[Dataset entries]
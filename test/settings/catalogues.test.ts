/**
 * Settings find eclipses through src/eclipses/kinds.ts only: the typed choice maps onto its options, and
 * `chooseEclipse` resolves a body's eclipse as astronomy-engine's own searches find it (SearchLunarEclipse,
 * SearchGlobalSolarEclipse: an independent library).
 */
import assert from 'node:assert/strict';
import { test } from 'node:test';
import { SearchGlobalSolarEclipse, SearchLunarEclipse } from 'astronomy-engine';
import * as settings from '../../src/settings/catalogues.ts';
import { chooseEclipse } from '../../src/settings/choose.ts';
import { InputError } from '../../src/errors.ts';

const choice = { convention: 'danjon' } as const;
const from = new Date('2024-01-01T00:00:00Z');
const day = (date: Date) => date.toISOString().slice(0, 10);

test('settings keep no second catalogue: only the mapping onto kinds.ts (common practice: one dispatch)', () => {
  assert.deepEqual(Object.keys(settings).sort(), ['deltaTModelOf', 'ofBody', 'searchOptionsOf']);
  const options = settings.searchOptionsOf({ convention: 'chauvenet', deltaTSeconds: 70 }, 'solar');
  assert.equal(options.body, 'solar');
  assert.equal(options.convention, 'chauvenet');
  assert.equal(options.deltaT!.at(2024.5).seconds, 70); // a fixed ΔT is that value at every instant
});

test('next and near resolve per body as astronomy-engine\'s searches find them', () => {
  const solarPeak = SearchGlobalSolarEclipse(from).peak.date;
  const lunarPeak = SearchLunarEclipse(from).peak.date;
  assert.equal(chooseEclipse({ kind: 'next' }, choice, from, 'solar').id, day(solarPeak));
  assert.equal(chooseEclipse({ kind: 'next' }, choice, from, 'lunar').id, day(lunarPeak));
  // 2024-03-25 (lunar) comes before 2024-04-08 (solar): with `all`, the lunar one is next.
  assert.equal(chooseEclipse({ kind: 'next' }, choice, from, 'all').id, day(lunarPeak));
  const threeDaysAfter = new Date(solarPeak.getTime() + 3 * 86_400_000);
  assert.equal(chooseEclipse({ kind: 'date', date: threeDaysAfter, text: day(threeDaysAfter) }, choice, from, 'solar').id, day(solarPeak));
  assert.throws(() => chooseEclipse({ kind: 'date', date: threeDaysAfter, text: day(threeDaysAfter) }, choice, from, 'lunar'), InputError);
});
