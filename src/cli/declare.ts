/**
 * Options several commands declare alike. Declaring them loads nothing but
 * the lists of names, so that a command's module stays light until it runs.
 */
import type { Command } from 'commander';
import { SHADOW_CONVENTIONS } from '../eclipses/lunar/conventions.ts';
import { ECLIPSE_BODIES, type EclipseBody } from '../eclipses/common/record.ts';
import { LANGUAGE_TAGS } from '../settings/languageTags.ts';

export { DELTA_T_LIMITS } from '../settings/read.ts';

/** The kinds of eclipse each body has, as --kind names them. */
export { KINDS_OF_BODY } from '../eclipses/kindNames.ts';
import { KINDS_OF_BODY } from '../eclipses/kindNames.ts';

/** --convention and --delta-t, as every command that computes eclipses declares them. */
export function withEclipseOptions(command: Command): Command {
  return command
    .option('--convention <name>', `shadow enlargement: ${SHADOW_CONVENTIONS.join(' or ')}`, 'danjon')
    .option('--delta-t <seconds>', 'use this ΔT (TT − UT, seconds) instead of the built-in model');
}

/** --lang, as every command that writes words for readers declares it. */
export function withLanguageOption(command: Command): Command {
  return command.option('--lang <tag>', `the reader's language, a BCP 47 tag: ${LANGUAGE_TAGS.join(', ')} (default en)`);
}

/** --place, --at and --tz, as the one-place commands declare them. */
export function withPlaceOptions(command: Command): Command {
  return command
    .option('--place <name>', 'a place from the GeoNames gazetteer: "Adelaide", "Springfield, US-IL"')
    .option('--at <LAT,LON>', 'any point, degrees (east positive)')
    .option('--tz <zone>', 'IANA time zone (default: the zone at the place)');
}

/**
 * --body (lunar, solar or all; default all) and --kind (checked against the
 * body by `bodyFromFlags`/`kindsFromFlags` in readFlags.ts), as list, local,
 * map, caption and batch declare them. `withKind` false leaves --kind out
 * (the one-eclipse commands).
 */
export function withBodyOptions(command: Command, withKind = true): Command {
  command.option('--body <body>', `which eclipses: ${[...ECLIPSE_BODIES, 'all'].join(', ')}`, 'all');
  if (withKind) {
    command.option('--kind <kinds>', `only these kinds, comma-separated: lunar ${KINDS_OF_BODY.lunar.join(',')}; solar ${KINDS_OF_BODY.solar.join(',')}`);
  }
  return command;
}
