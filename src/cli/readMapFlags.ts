/**
 * The flags of places, pages and maps read into the library's typed choices
 * (the same values a house style gives), beside readFlags.ts, which reads what
 * every command shares: only the commands that place or draw load this file.
 */
import { InputError } from '../errors.ts';
import { PROJECTION_NAMES } from '../figures/projection.ts';
import { THEME_NAMES } from '../figures/theme.ts';
import { MARK_CLOCKS } from '../figures/markClock.ts';
import { AREA_NAMES_CHOICES } from '../figures/areaNames.ts';
import { MAP_INSETS } from '../figures/insetNames.ts';
import { BORDER_STYLES } from '../sphere/world.ts';
import type { PlaceChoice } from '../settings/choose.ts';
import { DPI_LIMITS, SIZE_PRESETS, SPAN_LIMITS, WIDTH_MM_LIMITS, type MapChoices, type PageChoice } from '../settings/mapSettings.ts';
import { parseBoundingBox, parseChoice, parseLatLon, parseNumber, parseSize } from '../settings/read.ts';
import { given, reader, type EclipseFlags, type Underlay } from './readFlags.ts';

export interface PlaceFlags {
  place?: string;
  at?: string;
  tz?: string;
}

export interface SizeFlags {
  size?: string;
  preset?: string;
  widthMm?: string;
  dpi?: string;
}

export interface MapFlags extends SizeFlags, EclipseFlags {
  projection: string;
  bbox?: string;
  centre?: string;
  span?: string;
  tz: string;
  borders: string;
  title?: string;
  theme: string;
  output?: string;
  format?: string;
  mark: string[];
  markClock?: string;
  areaNames?: string;
  inset?: string;
  style?: string;
  lang?: string;
}

export function placeChoiceFromFlags(flags: PlaceFlags): PlaceChoice {
  if (flags.place !== undefined && flags.at !== undefined) throw new InputError('--at', 'either --place or --at, not both', flags.at);
  return {
    ...given('place', flags.place),
    ...given('at', flags.at === undefined ? undefined : parseLatLon('--at', flags.at)),
    ...given('zone', flags.tz),
  };
}

export function pageChoiceFromFlags(flags: SizeFlags, underlay?: Underlay<PageChoice>): PageChoice {
  const take = reader(flags, underlay);
  const sizeTyped = underlay === undefined || underlay.typed('size');
  const presetTyped = underlay === undefined || underlay.typed('preset');
  if (sizeTyped && presetTyped && flags.size !== undefined && flags.preset !== undefined) throw new InputError('--size', 'either --size or --preset, not both', flags.size);
  const size = take('size', (b) => b.size, (t) => parseSize(t, '--size'));
  const preset = take('preset', (b) => b.preset, (t) => parseChoice('--preset', t, SIZE_PRESETS));
  const dpi = take('dpi', (b) => b.dpi, (t) => parseNumber('--dpi', t, DPI_LIMITS));
  // The width counts for print pages only: elsewhere it is not read at all.
  const widthMm = preset === 'print' ? take('widthMm', (b) => b.widthMm, (t) => parseNumber('--width-mm', t, WIDTH_MM_LIMITS)) : undefined;
  return { ...given('size', size), ...given('preset', preset), ...given('dpi', dpi), ...given('widthMm', widthMm) };
}

export function mapChoicesFromFlags(flags: MapFlags, underlay?: Underlay<MapChoices>): MapChoices {
  const take = reader(flags, underlay);
  const projection = take('projection', (b) => b.projection, (t) => parseChoice('--projection', t, PROJECTION_NAMES))!;
  const bboxTyped = underlay === undefined || underlay.typed('bbox');
  const centreTyped = underlay === undefined || underlay.typed('centre');
  if (bboxTyped && centreTyped && flags.bbox !== undefined && flags.centre !== undefined) throw new InputError('--bbox', 'either --bbox or --centre, not both', flags.bbox);
  const bbox = take('bbox', (b) => b.bbox, (t) => parseBoundingBox(t, '--bbox'));
  const centre = take('centre', (b) => b.centre, (t) => parseLatLon('--centre', t));
  // The span counts for a centred region only: elsewhere it is not read at all.
  const spanDeg = bbox === undefined && centre !== undefined && projection !== 'globe'
    ? take('span', (b) => b.spanDeg, (t) => parseNumber('--span', t, SPAN_LIMITS)) : undefined;
  const page = pageChoiceFromFlags(flags, underlay);
  return {
    projection,
    ...given('bbox', bbox),
    ...given('centre', centre),
    ...given('spanDeg', spanDeg),
    ...page,
    theme: take('theme', (b) => b.theme, (t) => parseChoice('--theme', t, THEME_NAMES))!,
    borders: take('borders', (b) => b.borders, (t) => parseChoice('--borders', t, BORDER_STYLES))!,
    zone: take('tz', (b) => b.zone, (t) => t)!,
    ...given('title', take('title', (b) => b.title, (t) => t)),
    marks: underlay && !underlay.typed('mark') ? underlay.base.marks : flags.mark,
    markClock: take('markClock', (b) => b.markClock, (t) => parseChoice('--mark-clock', t, MARK_CLOCKS)) ?? 'map',
    areaNames: take('areaNames', (b) => b.areaNames, (t) => parseChoice('--area-names', t, AREA_NAMES_CHOICES)) ?? 'auto',
    ...given('lang', take('lang', (b) => b.lang, (t) => t)),
    ...given('inset', take('inset', (b) => b.inset, (t) => parseChoice('--inset', t, MAP_INSETS))),
  };
}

# [Try it]
In the data above, retype exactly and only the lines between the one holding "centre?: string;" and the one holding "The width counts", inclusive.

# [Answer space]
  centre?: string;
  span?: string;
  tz: string;
  borders: string;
  title?: string;
  theme: string;
  output?: string;
  format?: string;
  mark: string[];
  markClock?: string;
  areaNames?: string;
  inset?: string;
  style?: string;
  lang?: string;
}

export function placeChoiceFromFlags(flags: PlaceFlags): PlaceChoice {
  if (flags.place !== undefined && flags.at !== undefined) throw new InputError('--at', 'either --place or --at, not both', flags.at);
  return {
    ...given('place', flags.place),
    ...given('at', flags.at === undefined ? undefined : parseLatLon('--at', flags.at)),
    ...given('zone', flags.tz),
  };
}

export function pageChoiceFromFlags(flags: SizeFlags, underlay?: Underlay<PageChoice>): PageChoice {
  const take = reader(flags, underlay);
  const sizeTyped = underlay === undefined || underlay.typed('size');
  const presetTyped = underlay === undefined || underlay.typed('preset');
  if (sizeTyped && presetTyped && flags.size !== undefined && flags.preset !== undefined) throw new InputError('--size', 'either --size or --preset, not both', flags.size);
  const size = take('size', (b) => b.size, (t) => parseSize(t, '--size'));
  const preset = take('preset', (b) => b.preset, (t) => parseChoice('--preset', t, SIZE_PRESETS));
  const dpi = take('dpi', (b) => b.dpi, (t) => parseNumber('--dpi', t, DPI_LIMITS));
  // The width counts for print pages only: elsewhere it is not read at all.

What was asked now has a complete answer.